(Saved data entries)
*** Begin section ***

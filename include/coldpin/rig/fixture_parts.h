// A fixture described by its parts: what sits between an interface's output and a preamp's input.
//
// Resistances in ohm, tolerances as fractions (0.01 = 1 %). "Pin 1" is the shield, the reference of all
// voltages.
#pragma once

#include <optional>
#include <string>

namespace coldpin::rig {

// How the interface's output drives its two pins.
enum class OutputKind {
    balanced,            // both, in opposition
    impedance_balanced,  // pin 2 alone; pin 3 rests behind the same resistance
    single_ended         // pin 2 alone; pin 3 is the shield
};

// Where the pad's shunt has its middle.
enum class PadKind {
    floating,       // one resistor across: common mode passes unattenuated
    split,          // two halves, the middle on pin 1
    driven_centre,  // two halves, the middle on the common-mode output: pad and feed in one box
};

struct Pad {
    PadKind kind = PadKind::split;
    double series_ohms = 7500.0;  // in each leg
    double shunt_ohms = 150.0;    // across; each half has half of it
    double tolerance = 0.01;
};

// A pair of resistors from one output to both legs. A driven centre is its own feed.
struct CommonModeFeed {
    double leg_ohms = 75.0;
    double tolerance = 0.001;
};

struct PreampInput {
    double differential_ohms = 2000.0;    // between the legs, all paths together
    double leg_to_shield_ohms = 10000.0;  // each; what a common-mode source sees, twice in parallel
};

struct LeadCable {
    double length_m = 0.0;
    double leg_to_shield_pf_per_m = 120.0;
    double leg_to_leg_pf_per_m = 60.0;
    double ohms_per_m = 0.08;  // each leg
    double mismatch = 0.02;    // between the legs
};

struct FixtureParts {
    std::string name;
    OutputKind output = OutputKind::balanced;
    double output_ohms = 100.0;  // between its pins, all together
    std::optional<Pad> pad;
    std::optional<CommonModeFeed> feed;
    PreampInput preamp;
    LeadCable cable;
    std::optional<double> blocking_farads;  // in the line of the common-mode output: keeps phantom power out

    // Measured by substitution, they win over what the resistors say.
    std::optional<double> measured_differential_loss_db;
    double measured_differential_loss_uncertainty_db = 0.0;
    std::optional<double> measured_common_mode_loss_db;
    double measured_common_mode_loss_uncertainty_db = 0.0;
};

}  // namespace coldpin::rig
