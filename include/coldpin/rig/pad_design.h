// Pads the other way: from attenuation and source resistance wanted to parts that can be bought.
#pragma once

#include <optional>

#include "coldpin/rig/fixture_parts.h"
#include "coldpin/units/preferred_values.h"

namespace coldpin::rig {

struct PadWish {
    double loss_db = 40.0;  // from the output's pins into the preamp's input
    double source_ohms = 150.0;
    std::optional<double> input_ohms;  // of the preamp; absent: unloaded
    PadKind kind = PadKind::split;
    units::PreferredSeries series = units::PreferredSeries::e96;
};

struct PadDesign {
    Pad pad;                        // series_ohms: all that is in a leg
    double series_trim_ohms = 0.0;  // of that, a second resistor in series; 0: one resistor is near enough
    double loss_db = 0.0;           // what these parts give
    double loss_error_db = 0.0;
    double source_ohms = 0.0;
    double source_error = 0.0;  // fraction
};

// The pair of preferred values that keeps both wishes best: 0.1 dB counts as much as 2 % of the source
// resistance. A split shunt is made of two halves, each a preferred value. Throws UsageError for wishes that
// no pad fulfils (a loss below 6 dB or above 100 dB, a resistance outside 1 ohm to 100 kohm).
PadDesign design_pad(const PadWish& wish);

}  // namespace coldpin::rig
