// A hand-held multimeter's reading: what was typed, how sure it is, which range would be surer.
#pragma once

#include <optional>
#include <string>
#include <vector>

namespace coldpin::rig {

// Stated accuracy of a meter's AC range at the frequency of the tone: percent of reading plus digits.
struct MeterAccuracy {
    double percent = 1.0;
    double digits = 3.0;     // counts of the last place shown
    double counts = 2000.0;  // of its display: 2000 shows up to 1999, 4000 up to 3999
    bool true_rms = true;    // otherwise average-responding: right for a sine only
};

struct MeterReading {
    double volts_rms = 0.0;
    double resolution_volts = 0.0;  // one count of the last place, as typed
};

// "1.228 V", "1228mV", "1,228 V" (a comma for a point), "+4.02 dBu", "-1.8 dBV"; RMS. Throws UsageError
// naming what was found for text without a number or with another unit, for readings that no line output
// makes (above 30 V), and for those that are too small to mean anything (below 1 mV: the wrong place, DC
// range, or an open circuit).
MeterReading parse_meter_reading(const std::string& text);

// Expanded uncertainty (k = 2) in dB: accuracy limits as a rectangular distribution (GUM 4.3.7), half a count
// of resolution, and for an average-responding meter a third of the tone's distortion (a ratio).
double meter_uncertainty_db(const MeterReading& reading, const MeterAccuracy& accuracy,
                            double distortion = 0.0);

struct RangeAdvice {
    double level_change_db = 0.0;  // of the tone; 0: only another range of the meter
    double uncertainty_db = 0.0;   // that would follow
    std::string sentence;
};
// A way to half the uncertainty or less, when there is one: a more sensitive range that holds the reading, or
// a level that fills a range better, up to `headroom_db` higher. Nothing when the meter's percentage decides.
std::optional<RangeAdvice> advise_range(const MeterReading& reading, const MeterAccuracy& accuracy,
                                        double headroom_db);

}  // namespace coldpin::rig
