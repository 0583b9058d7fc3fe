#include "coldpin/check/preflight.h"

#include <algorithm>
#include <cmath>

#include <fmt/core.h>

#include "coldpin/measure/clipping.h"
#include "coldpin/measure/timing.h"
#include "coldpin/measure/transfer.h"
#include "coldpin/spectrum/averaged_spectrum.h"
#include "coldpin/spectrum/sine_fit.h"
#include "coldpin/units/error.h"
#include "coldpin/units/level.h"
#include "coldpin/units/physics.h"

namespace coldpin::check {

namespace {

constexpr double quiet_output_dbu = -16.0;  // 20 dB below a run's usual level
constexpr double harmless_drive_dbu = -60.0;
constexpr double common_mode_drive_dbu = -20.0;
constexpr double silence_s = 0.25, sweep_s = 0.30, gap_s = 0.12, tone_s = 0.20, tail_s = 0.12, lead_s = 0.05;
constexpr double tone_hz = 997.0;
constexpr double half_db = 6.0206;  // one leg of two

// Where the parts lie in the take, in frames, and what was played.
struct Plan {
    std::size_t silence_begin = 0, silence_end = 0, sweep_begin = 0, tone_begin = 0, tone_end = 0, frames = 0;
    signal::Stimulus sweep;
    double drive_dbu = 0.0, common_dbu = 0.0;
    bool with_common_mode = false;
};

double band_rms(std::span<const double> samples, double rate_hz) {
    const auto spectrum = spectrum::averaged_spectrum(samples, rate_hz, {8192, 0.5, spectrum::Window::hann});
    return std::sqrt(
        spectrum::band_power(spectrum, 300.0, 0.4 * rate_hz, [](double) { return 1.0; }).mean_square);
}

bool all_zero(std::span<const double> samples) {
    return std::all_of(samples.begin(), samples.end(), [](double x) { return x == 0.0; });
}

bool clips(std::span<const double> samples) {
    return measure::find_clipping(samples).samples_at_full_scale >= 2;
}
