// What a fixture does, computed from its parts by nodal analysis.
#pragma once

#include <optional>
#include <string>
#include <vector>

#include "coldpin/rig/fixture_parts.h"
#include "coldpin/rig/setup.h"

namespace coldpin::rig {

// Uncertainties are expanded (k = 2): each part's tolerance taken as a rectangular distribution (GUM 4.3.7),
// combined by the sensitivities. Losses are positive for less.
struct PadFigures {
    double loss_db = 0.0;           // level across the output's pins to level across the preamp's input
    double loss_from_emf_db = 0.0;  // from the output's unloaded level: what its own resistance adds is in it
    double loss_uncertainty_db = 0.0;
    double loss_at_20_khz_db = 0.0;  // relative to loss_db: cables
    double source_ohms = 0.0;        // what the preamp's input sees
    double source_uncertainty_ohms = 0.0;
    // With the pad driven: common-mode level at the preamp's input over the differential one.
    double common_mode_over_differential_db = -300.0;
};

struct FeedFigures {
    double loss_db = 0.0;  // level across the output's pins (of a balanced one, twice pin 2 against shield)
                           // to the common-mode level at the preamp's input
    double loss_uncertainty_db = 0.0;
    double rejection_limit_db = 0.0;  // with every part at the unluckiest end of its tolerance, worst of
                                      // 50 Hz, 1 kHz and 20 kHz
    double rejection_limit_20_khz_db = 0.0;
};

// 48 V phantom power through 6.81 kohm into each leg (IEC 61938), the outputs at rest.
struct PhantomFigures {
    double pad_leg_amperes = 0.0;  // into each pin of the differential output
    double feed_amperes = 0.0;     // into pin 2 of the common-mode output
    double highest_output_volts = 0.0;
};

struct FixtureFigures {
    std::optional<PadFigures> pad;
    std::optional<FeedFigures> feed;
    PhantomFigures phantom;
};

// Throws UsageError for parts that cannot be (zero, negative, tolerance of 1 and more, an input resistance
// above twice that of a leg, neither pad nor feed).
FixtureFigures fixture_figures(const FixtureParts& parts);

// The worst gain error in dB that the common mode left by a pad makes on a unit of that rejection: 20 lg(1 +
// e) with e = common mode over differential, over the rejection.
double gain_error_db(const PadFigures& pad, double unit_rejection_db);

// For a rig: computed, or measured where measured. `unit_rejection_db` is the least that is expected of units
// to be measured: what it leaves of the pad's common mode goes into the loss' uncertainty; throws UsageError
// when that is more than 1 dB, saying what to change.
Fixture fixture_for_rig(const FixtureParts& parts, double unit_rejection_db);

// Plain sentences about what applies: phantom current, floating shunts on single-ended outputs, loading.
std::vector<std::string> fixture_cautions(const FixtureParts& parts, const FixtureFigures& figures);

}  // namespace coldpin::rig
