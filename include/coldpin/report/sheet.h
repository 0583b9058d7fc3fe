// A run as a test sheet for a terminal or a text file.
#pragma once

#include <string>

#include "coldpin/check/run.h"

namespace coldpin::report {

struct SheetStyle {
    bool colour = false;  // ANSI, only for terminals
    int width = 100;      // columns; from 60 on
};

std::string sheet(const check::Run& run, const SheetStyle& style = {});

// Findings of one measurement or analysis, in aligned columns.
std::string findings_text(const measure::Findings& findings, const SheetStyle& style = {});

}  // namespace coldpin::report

*** End section ***

Exercise.
Each line from the one that contains "single-ended outputs, loading." through the end of the records must be repeated exactly. No other line belongs in the answer.

Task response.
// Plain sentences about what applies: phantom current, floating shunts on single-ended outputs, loading.
std::vector<std::string> fixture_cautions(const FixtureParts& parts, const FixtureFigures& figures);

}  // namespace coldpin::rig
filename include/coldpin/report/sheet.h
repository 0583b9058d7fc3fe
// A run as a test sheet for a terminal or a text file.
#pragma once

#include <string>

#include "coldpin/check/run.h"

namespace coldpin::report {

struct SheetStyle {
    bool colour = false;  // ANSI, only for terminals
    int width = 100;      // columns; from 60 on
};

std::string sheet(const check::Run& run, const SheetStyle& style = {});

// Findings of one measurement or analysis, in aligned columns.
std::string findings_text(const measure::Findings& findings, const SheetStyle& style = {});

}  // namespace coldpin::report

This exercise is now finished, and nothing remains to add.